Is there a good way to get some ACC rule set started?

It can be approved by the board but should it also go before the homeowners to get overall approval?

Would anyone have a sample of theirs that I could use as a type of template?

I will appreciate any ideas!!

RogerB (Colorado)
Posts: 5,067
Posted:
William, I am surprised your By-laws require so many members on the ACC. Do you really have enough items to even need an ACC, if so does it need to have more than 3 members who could also be Board members?
WilliamS1 (South Carolina)
Posts: 113
Posted:
Hi Roger

Yes that what the by-laws suggests, and your thought is likely why it has been ignored. We have a hard time keeping that many people involved on the board let alone the AC. We should really amend the requirement and get on with it.

I have been studying this and I have found that we are a Tudor Style (mock) town home.
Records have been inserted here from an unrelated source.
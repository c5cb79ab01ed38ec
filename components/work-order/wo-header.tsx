import Link from "next/link";
import { StatusPill } from "@/components/ui/status-pill";
import { workOrderLabel, type WorkOrderStatus } from "@/lib/domain";
import { formatDateTime, technicianLabel } from "@/lib/format";

export interface WorkOrderHeaderData {
  number: number;
  title: string;
  status: WorkOrderStatus;
  unitId: string;
  unitNumber: string;
  unitDescription: string;
  accountName: string;
  technicianName: string | null;
  clockedTechName?: string | null;
  promisedAt: string | null;
  poNumber: string | null;
}

export function WorkOrderHeader({ wo, unitHref, children }: { wo: WorkOrderHeaderData; unitHref: string; children?: React.ReactNode }) {
  return (
    <header className="mb-5 border-b-2 border-ink pb-3">
      <p className="text-sm font-semibold tracking-wide text-ink-faint uppercase">
        {workOrderLabel(wo.number)} · {wo.accountName}
      </p>
      <h1 className="text-2xl leading-tight font-bold sm:text-3xl">
        <Link href={unitHref} className="no-underline hover:underline">
          {wo.unitNumber}
        </Link>{" "}
        · {wo.title}
      </h1>
      <p className="text-ink-soft">{wo.unitDescription}</p>
      <div className="mt-2 flex flex-wrap items-center gap-x-4 gap-y-2 text-sm">
        <StatusPill status={wo.status} />
        <span>
          <span className="text-ink-faint">Tech</span> {technicianLabel(wo.technicianName, wo.clockedTechName)}
        </span>
        <span>
          <span className="text-ink-faint">Promised</span> {wo.promisedAt ? formatDateTime(wo.promisedAt) : "—"}
        </span>
        {wo.poNumber ? (
          <span>
            <span className="text-ink-faint">PO</span> {wo.poNumber}
          </span>
        ) : null}
        {children}
      </div>
    </header>
  );
}
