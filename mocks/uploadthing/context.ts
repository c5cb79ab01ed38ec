import type { Registrations } from "./registrations";
import type { FileStore } from "./store";

export interface FakeContext {
  store: FileStore;
  registrations: Registrations;
  apiKey: string;
  appId: string;
  /** Origin the fake hands out in file URLs and as the callback `origin`, e.g. http://127.0.0.1:12112 */
  publicUrl: string;
  /** How long a PUT waits for the app's /callback-result, and a callback request may take. */
  callbackTimeoutMs: number;
  /** How long a PUT waits for its /route-metadata registration to arrive. */
  registrationTimeoutMs: number;
  /** How long a registration (and a dev stream) stays open with files not yet uploaded. */
  registrationTtlMs: number;
  warn(message: string): void;
}
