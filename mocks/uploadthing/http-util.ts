import type { IncomingMessage, ServerResponse } from "node:http";

export class HttpError extends Error {
  constructor(
    readonly status: number,
    message: string,
  ) {
    super(message);
  }
}

export async function readBody(req: IncomingMessage, limitBytes: number): Promise<Buffer> {
  const declared = Number(req.headers["content-length"] ?? "0");
  if (declared > limitBytes) throw new HttpError(413, "Request body is larger than the file allows");
  const chunks: Buffer[] = [];
  let total = 0;
  for await (const chunk of req) {
    const buf = Buffer.isBuffer(chunk) ? chunk : Buffer.from(chunk as Uint8Array);
    total += buf.length;
    if (total > limitBytes) throw new HttpError(413, "Request body is larger than the file allows");
    chunks.push(buf);
  }
  return Buffer.concat(chunks);
}

export async function readJsonObject(req: IncomingMessage): Promise<Record<string, unknown>> {
  const text = (await readBody(req, 1024 * 1024)).toString("utf8");
  let parsed: unknown;
  try {
    parsed = text.length ? JSON.parse(text) : {};
  } catch {
    throw new HttpError(400, "Body is not JSON");
  }
  if (typeof parsed !== "object" || parsed === null || Array.isArray(parsed)) {
    throw new HttpError(400, "Body must be a JSON object");
  }
  return parsed as Record<string, unknown>;
}

export function sendJson(
  res: ServerResponse,
  status: number,
  body: unknown,
  headers: Record<string, string> = {},
): void {
  const text = JSON.stringify(body);
  res.writeHead(status, {
    "content-type": "application/json",
    "content-length": String(Buffer.byteLength(text)),
    ...headers,
  });
  res.end(text);
}

// The browser uploads straight to the ingest host from the app's origin, so every response
// carries CORS headers and preflights are answered.
export function applyCors(req: IncomingMessage, res: ServerResponse): void {
  res.setHeader("access-control-allow-origin", "*");
  res.setHeader("access-control-expose-headers", "x-ut-range-start, content-disposition, content-length");
  if (req.method === "OPTIONS") {
    res.setHeader("access-control-allow-methods", "GET, HEAD, PUT, POST, OPTIONS");
    res.setHeader(
      "access-control-allow-headers",
      req.headers["access-control-request-headers"] ?? "content-type, range, x-uploadthing-version, b3, traceparent",
    );
    res.setHeader("access-control-max-age", "600");
  }
}

export function header(req: IncomingMessage, name: string): string | undefined {
  const v = req.headers[name.toLowerCase()];
  return Array.isArray(v) ? v[0] : v;
}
We sit on the edge of a golf course and our landscape is full, mature and beautiful. After viewing the several web sites, this information (Tudor) would at least give us some initial guidelines to follow and return back to.

Here is some of the problems that we are encountering.
- excesive cable wires around,
- non uniforma and un- maintained exterior lighting,
-some people are wanting to do stone work in front of their homes,
- some are wanting to changing windows and doors.

We need guidelines and I am just not sure how to establish the initial draft.

GeraldT1 (<Not Specified>)
Posts: 519
Posted:
Hi William,

I am very well versed in the development of Architectural Review standards, I helped develop them in my community for ratification by our condo board.

The standards were developed in order to clarify details and to give unit owners the flexibility to personalize the exterior of their homes and surrounding area while maintaining visual harmony throughout the community.

The premise I started with was that the standards should permit a class of low impact modifications by documenting them on Application B, and a method for owners to modify and set new standards if they so desire by submitting Application A. Regarding landscaping we created a plant list of approved perennials and annual plantings (any annual with a mature height of 2 feet or less was permitted so long as it conformed to the locations). We developed guidelines for locations that plantings could occur. The standards did not permit something that the governing documents prohibited, but did expand the unit owners rights to personalize their environment within a relaxed set of rules.

Because your community is older, and owners have been modifying without checks and balances, you are opening up a pandora's box with the potential for unit owner objections. Enforcement of the standards needs to have a notification policy of violations, advertising your intentions to set standards needs to be on a published agenda well in advance of the meeting. Your gov docs may permit rules and regs to be developed cart blanch by the board, however it's a good policy to rise above this and let people know you are developing policies that may affect them. I will find my ARC standards and see if there is anything more I can add. I think the methodology, not the specifics, are more relevant because what the actual standards that works for my community will probably not work for yours.

GeraldT1
WilliamS1 (South Carolina)
Posts: 113
Posted:
Gerald

Thank you so much for your answer and any further information that you can pass on.